Malam itu aku tidak sempat mendekap atau mencium Yasir-ku, karena dia memang harus segera dirawat. Sekitar satu jam setelah dilahirkan, suami & keluargaku membawa yasir ke NICU di sebuah rumah sakit yang jaraknya cukup jauh dari tempat persalinan, terpaksa karena saat itu hanya rumah sakit itulah yang bisa merawat Yasir.

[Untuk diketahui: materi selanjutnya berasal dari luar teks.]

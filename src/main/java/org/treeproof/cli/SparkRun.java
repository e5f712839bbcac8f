package org.treeproof.cli;

import org.treeproof.resample.ReplicateExecutor;
import org.treeproof.spark.SparkEngine;

/**
 * The Spark engine as the command line starts it. Referenced only from {@link Engine#SPARK}, so Spark's classes are
 * loaded only when {@code --engine spark} is chosen.
 */
final class SparkRun implements Engine.Run {
    private final SparkEngine engine;

    private SparkRun(SparkEngine engine) {
        this.engine = engine;
    }

    static SparkRun start() {
        return new SparkRun(SparkEngine.start("treeproof assess"));
    }

    @Override
    public ReplicateExecutor executor() {
        return engine.executor();
    }

    @Override
    public String description() {
        return "Spark (" + engine.master() + ", " + engine.parallelism() + " cores)";
    }

    @Override
    public void close() {
        engine.close();
    }
}
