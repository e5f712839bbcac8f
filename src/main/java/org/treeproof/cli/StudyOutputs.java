package org.treeproof.cli;

import java.nio.charset.StandardCharsets;
import java.nio.file.Path;
import java.util.ArrayList;
import java.util.List;
import java.util.Locale;
import java.util.TreeSet;
import org.treeproof.data.Preparation;
import org.treeproof.io.CsvOutputs;
import org.treeproof.io.LoadedInput;
import org.treeproof.io.OutputDirectory;
import org.treeproof.io.SummaryJson;
import org.treeproof.partition.ContingencyTable;
import org.treeproof.partition.Partition;
import org.treeproof.score.AdjustedRandIndex;
import org.treeproof.study.Evidence;
import org.treeproof.study.Recommendation;

/** Everything {@code assess} writes, from the study's results and the input's provenance. */
final class StudyOutputs {
    private final LoadedInput loaded;
    private final Evidence evidence;
    private final Recommendation rec;
    private final String[] classes;
    private final Path labelsFile;
    private final String[] commandLine;
    private final int threads;
    private final double seconds;

    StudyOutputs(LoadedInput loaded, Evidence evidence, Recommendation rec, String[] classes, Path labelsFile,
            String[] commandLine, int threads, double seconds) {
        this.loaded = loaded;
        this.evidence = evidence;
        this.rec = rec;
        this.classes = classes;
        this.labelsFile = labelsFile;
        this.commandLine = commandLine.clone();
        this.threads = threads;
        this.seconds = seconds;
    }

    /** The recommended partition on all samples (one cluster for k = 1). */
    Partition recommendedPartition() {
        if (rec.k() == 1) {
            return new Partition(new int[evidence.samples()], 1);
        }
        return evidence.linkages().stream().filter(l -> l.linkage() == rec.linkage()).findFirst().orElseThrow()
                .at(rec.k()).partition();
    }

    SummaryJson.LabelsSummary labelsSummary() {
        if (classes == null) {
            return null;
        }
        List<String> names = new ArrayList<>(new TreeSet<>(List.of(classes)));
        int[] codes = new int[classes.length];
        for (int i = 0; i < classes.length; i++) {
            codes[i] = names.indexOf(classes[i]);
        }
        Partition clusters = recommendedPartition();
        Partition known = Partition.of(codes);
        double ari = AdjustedRandIndex.of(clusters, known).compute().value();
        int[][] table = new int[clusters.clusterCount()][names.size()];
        for (int i = 0; i < codes.length; i++) {
            table[clusters.label(i)][codes[i]]++;
        }
        return new SummaryJson.LabelsSummary(labelsFile.toString(), ari, names, table);
    }

    List<String> preparationSteps() {
        return loaded.preparation().map(r -> r.steps())
                .orElse(List.of(String.format(Locale.ROOT, "Read a distance table of %d samples.", loaded.samples())));
    }

    List<SummaryJson.Option> inputOptions() {
        var o = new ArrayList<SummaryJson.Option>();
        o.add(new SummaryJson.Option("inputKind", loaded.isDistanceTable() ? "distances" : "data"));
        loaded.preparation().ifPresent(r -> {
            Preparation p = r.settings();
            o.add(new SummaryJson.Option("missing", p.missing().userName()));
            o.add(new SummaryJson.Option("log2", String.valueOf(p.log2())));
            o.add(new SummaryJson.Option("scale", p.scale().userName()));
            o.add(new SummaryJson.Option("topVariable", String.valueOf(p.topVariable())));
        });
        return o;
    }

    SummaryJson summary() {
        var provenance = new SummaryJson.Provenance("treeproof", Main.toolVersion(), loaded.source().path(),
                loaded.source().sha256(), preparationSteps(), inputOptions(), labelsSummary());
        return new SummaryJson(evidence, rec, provenance);
    }

    void writeInto(OutputDirectory dir) {
        dir.write("summary.json", summary().toBytes());
        dir.write("clusters.csv", CsvOutputs.clusters(evidence, rec).getBytes(StandardCharsets.UTF_8));
        dir.write("scores.csv", CsvOutputs.scores(evidence, rec).getBytes(StandardCharsets.UTF_8));
    }

    /** One line for the terminal: the verdict and the decision. */
    String headline() {
        return rec.k() == 1
                ? "treeproof: unsupported: no convincing cluster structure (k = 1)"
                : String.format(Locale.ROOT, "treeproof: %s: k = %d with %s linkage (cut height %.4g)",
                        rec.verdict().id(), rec.k(), rec.linkage().id(), rec.cutHeight().chosen());
    }

    int threads() {
        return threads;
    }

    double seconds() {
        return seconds;
    }

    String[] commandLine() {
        return commandLine.clone();
    }
}
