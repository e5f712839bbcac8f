package org.treeproof.cli;

import java.util.Locale;
import org.treeproof.data.InputException;
import org.treeproof.resample.LocalExecutor;
import org.treeproof.resample.ReplicateExecutor;

/**
 * Where {@code assess} runs the replicates of a study ({@code --engine}): on this machine's threads, or as Spark
 * tasks on a cluster. Results are identical.
 *
 * <p>Nothing here loads a Spark class unless {@link #SPARK} is chosen, so the treeproof jar runs with plain
 * {@code java -jar}; Spark is then looked for once, by name, and supplied by {@code spark-submit}.
 */
enum Engine {
    /** Threads of this JVM ({@code --threads}). */
    LOCAL("local") {
        @Override
        void requireAvailable() {
        }

        @Override
        Run start(int threads) {
            var executor = new LocalExecutor(threads);
            return new Run() {
                @Override
                public ReplicateExecutor executor() {
                    return executor;
                }

                @Override
                public String description() {
                    return "";
                }

                @Override
                public void close() {
                }
            };
        }
    },
    /** Spark tasks, with the master and resources of the Spark configuration. */
    SPARK("spark") {
        @Override
        void requireAvailable() {
            try {
                Class.forName("org.apache.spark.SparkContext", false, Engine.class.getClassLoader());
            } catch (ClassNotFoundException | LinkageError e) {
                throw new InputException("--engine spark: Spark is not on the class path; run treeproof under "
                        + "spark-submit (spark-submit --class org.treeproof.cli.Main treeproof.jar assess ...)");
            }
        }

        @Override
        Run start(int threads) {
            requireAvailable();
            return SparkRun.start();
        }
    };

    /** A started engine: the executor, and what to release when the study is done. */
    interface Run extends AutoCloseable {
        ReplicateExecutor executor();

        /** Where replicates run, for the terminal; empty when it goes without saying (this machine). */
        String description();

        @Override
        void close();
    }

    private final String id;

    Engine(String id) {
        this.id = id;
    }

    /** Fails with a one-line message if this engine cannot run here; cheap, so checked before the input is read. */
    abstract void requireAvailable();

    /** Starts the engine; {@code threads} is the thread count of a local engine. */
    abstract Run start(int threads);

    /** The engine named {@code text} (any case). */
    static Engine parse(String text) {
        String t = text.strip().toLowerCase(Locale.ROOT);
        for (Engine e : values()) {
            if (e.id.equals(t)) {
                return e;
            }
        }
        throw new InputException("--engine: unknown engine '" + text.strip() + "'; expected local or spark");
    }
}
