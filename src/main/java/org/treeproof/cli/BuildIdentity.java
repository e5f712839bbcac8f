package org.treeproof.cli;

import java.io.IOException;
import java.io.InputStream;
import java.net.URISyntaxException;
import java.nio.file.Files;
import java.nio.file.Path;
import java.security.DigestInputStream;
import java.security.MessageDigest;
import java.security.NoSuchAlgorithmException;
import java.util.HexFormat;

/**
 * Which build of treeproof is running, for the checkpoint's fingerprint: the SHA-256 of the jar it runs from, so
 * that a study interrupted under one build is never resumed by another whose null model or decision rule may
 * differ under the same version number. Run from a class directory (tests, an IDE) it is {@code "classes"}, and
 * the version alone tells builds apart.
 */
final class BuildIdentity {
    private static volatile String current;

    private BuildIdentity() {
    }

    /** The running build's identity, computed once. */
    static String current() {
        String c = current;
        if (c == null) {
            c = of(codeSource());
            current = c;
        }
        return c;
    }

    /** The SHA-256 (hex) of {@code location} when it is a regular file (a jar), else {@code "classes"}. */
    static String of(Path location) {
        if (location == null || !Files.isRegularFile(location)) {
            return "classes";
        }
        MessageDigest md = sha256();
        try (InputStream in = new DigestInputStream(Files.newInputStream(location), md)) {
            in.transferTo(java.io.OutputStream.nullOutputStream());
            return HexFormat.of().formatHex(md.digest());
        } catch (IOException e) {
            return "unreadable";
        }
    }

    private static Path codeSource() {
        try {
            var source = BuildIdentity.class.getProtectionDomain().getCodeSource();
            return source == null ? null : Path.of(source.getLocation().toURI());
        } catch (URISyntaxException | IllegalArgumentException | SecurityException e) {
            return null;
        }
    }

    private static MessageDigest sha256() {
        try {
            return MessageDigest.getInstance("SHA-256");
        } catch (NoSuchAlgorithmException e) {
            throw new IllegalStateException(e);
        }
    }
}
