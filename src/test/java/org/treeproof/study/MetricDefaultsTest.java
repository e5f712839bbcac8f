package org.treeproof.study;

import static org.junit.jupiter.api.Assertions.assertEquals;
import static org.junit.jupiter.api.Assertions.assertThrows;
import static org.junit.jupiter.api.Assertions.assertTrue;

import java.util.List;
import org.junit.jupiter.api.Test;
import org.treeproof.data.DataMatrix;
import org.treeproof.data.InputException;
import org.treeproof.distance.CondensedDistances;
import org.treeproof.distance.Metric;
import org.treeproof.resample.ReferenceData;
import org.treeproof.tree.Linkage;

/** Defaults that depend on the metric, and the count of distinct samples that bounds k. */
class MetricDefaultsTest {

    @Test
    void everyMetricBuildsWithDefaultStudyOptions() {
        // Ward is defined on Euclidean distances only, so it leaves the default linkages of every other metric;
        // the gap reference of the 0/1 metrics is 0/1 data. Before, every metric but euclidean failed here.
        for (Metric m : Metric.values()) {
            StudySettings s = StudySettings.builder().metric(m).build();
            assertEquals(m.euclidean() ? List.of(Linkage.AVERAGE, Linkage.COMPLETE, Linkage.WARD)
                    : List.of(Linkage.AVERAGE, Linkage.COMPLETE), s.linkages(), m.id());
            assertEquals(m.binaryOnly() ? ReferenceData.Kind.FEATURE_FREQUENCY : ReferenceData.Kind.PRINCIPAL_BOX,
                    s.gapReference(), m.id());
        }
    }

    @Test
    void aGapReferenceThatDoesNotFitTheMetricIsRefusedUnlessTheGapIsSkipped() {
        InputException e = assertThrows(InputException.class, () -> StudySettings.builder().metric(Metric.JACCARD)
                .gapReference(ReferenceData.Kind.PRINCIPAL_BOX).build());
        assertTrue(e.getMessage().contains("--gap-reference principal-box draws continuous values"), e.getMessage());
        StudySettings.builder().metric(Metric.JACCARD).gapReference(ReferenceData.Kind.PRINCIPAL_BOX).referenceSets(0)
                .build();
    }

    private static DataMatrix rows(double... v) {
        int n = v.length / 2;
        var ids = new java.util.ArrayList<String>();
        for (int i = 0; i < n; i++) {
            ids.add("s" + i);
        }
        return new DataMatrix(ids, List.of("a", "b"), v);
    }

    @Test
    void distinctSamplesOfDataAndOfDistances() {
        // rows (1,2), (1,2), (0,3), (-0,3), (1,2): three copies of one, two of another (-0 equals 0) -> 2 distinct.
        assertEquals(2, DistinctSamples.count(StudyInput.of(rows(1, 2, 1, 2, 0, 3, -0.0, 3, 1, 2))));
        assertEquals(1, DistinctSamples.count(StudyInput.of(rows(4, 4, 4, 4, 4, 4))));
        assertEquals(3, DistinctSamples.count(StudyInput.of(rows(1, 2, 2, 1, 1, 1))));
        // distances over 4 samples, condensed (01 02 03 12 13 23): 0 and 1 coincide, 2 and 3 differ -> 3 distinct.
        CondensedDistances d = CondensedDistances.of(4, new double[] {0, 1, 2, 1, 2, 3});
        assertEquals(3, DistinctSamples.count(StudyInput.ofDistances(List.of("a", "b", "c", "d"), d)));
        CondensedDistances zero = CondensedDistances.of(3, new double[] {0, 0, 0});
        assertEquals(1, DistinctSamples.count(StudyInput.ofDistances(List.of("a", "b", "c"), zero)));
    }
}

Selama 6 hari Yasir dirawat, hatiku hampir tak pernah berhenti berdoa agar Allah memberi keselamatan pada Yasir-ku. Ingin rasanya aku segera mendekapnya dalam pelukanku, menciumnya, memberinya asi, mengelusnya dan membacakan Al-Qur’an atau sekedar bersenandung untuknya sebagaimana yang sering kulakukan ketika dia masih ada dalam kandunganku. Tapi, diantara semua keinginanku itu, mungkin hanya beberapa tetes asi saja yang pernah dikecap oleh lidah mungilnya, sementara yang lain tak pernah terlaksana hingga dia kembali kepada-Nya.
Aku sempat mengunjungi yasir satu kali, tepatnya hari Rabu 4 november. Walaupun rasa sakit setelah melahirkan masih terasa, tapi keinginanku untuk bertemu Yasir telah mengalahkannya.
Hari itu aku lihat anakku sedang tertidur, tapi wajahnya tidak secerah ketika aku melihatnya pertama kali, beberapa menit setelah dia dilahirkan. Ingin rasanya aku menghibur hatiku bahwa anakku Yasir baik-baik saja dan akan segera pulang bersamaku ke rumah, tapi hati tak bisa kubohongi ketika kulihat wajah mungilnya yang tampak kesakitan, ditambah dengan penjelasan dokter yang merawatnya, aku tahu bahwa harapan hidup anakku mungkin tinggal sedikit. Puluhan kali mungkin ku coba untuk mengingkari perasaan itu dan mengatakan pada diriku sendiri bahwa Yasir-ku baik-baik saja, tapi air mataku deras bercucuran tak tertahankan. Waktu itu suamiku berkata, kita sedang berikhtiar, yang harus kita lakukan sekarang adalah berdo’a dan bertawakkal.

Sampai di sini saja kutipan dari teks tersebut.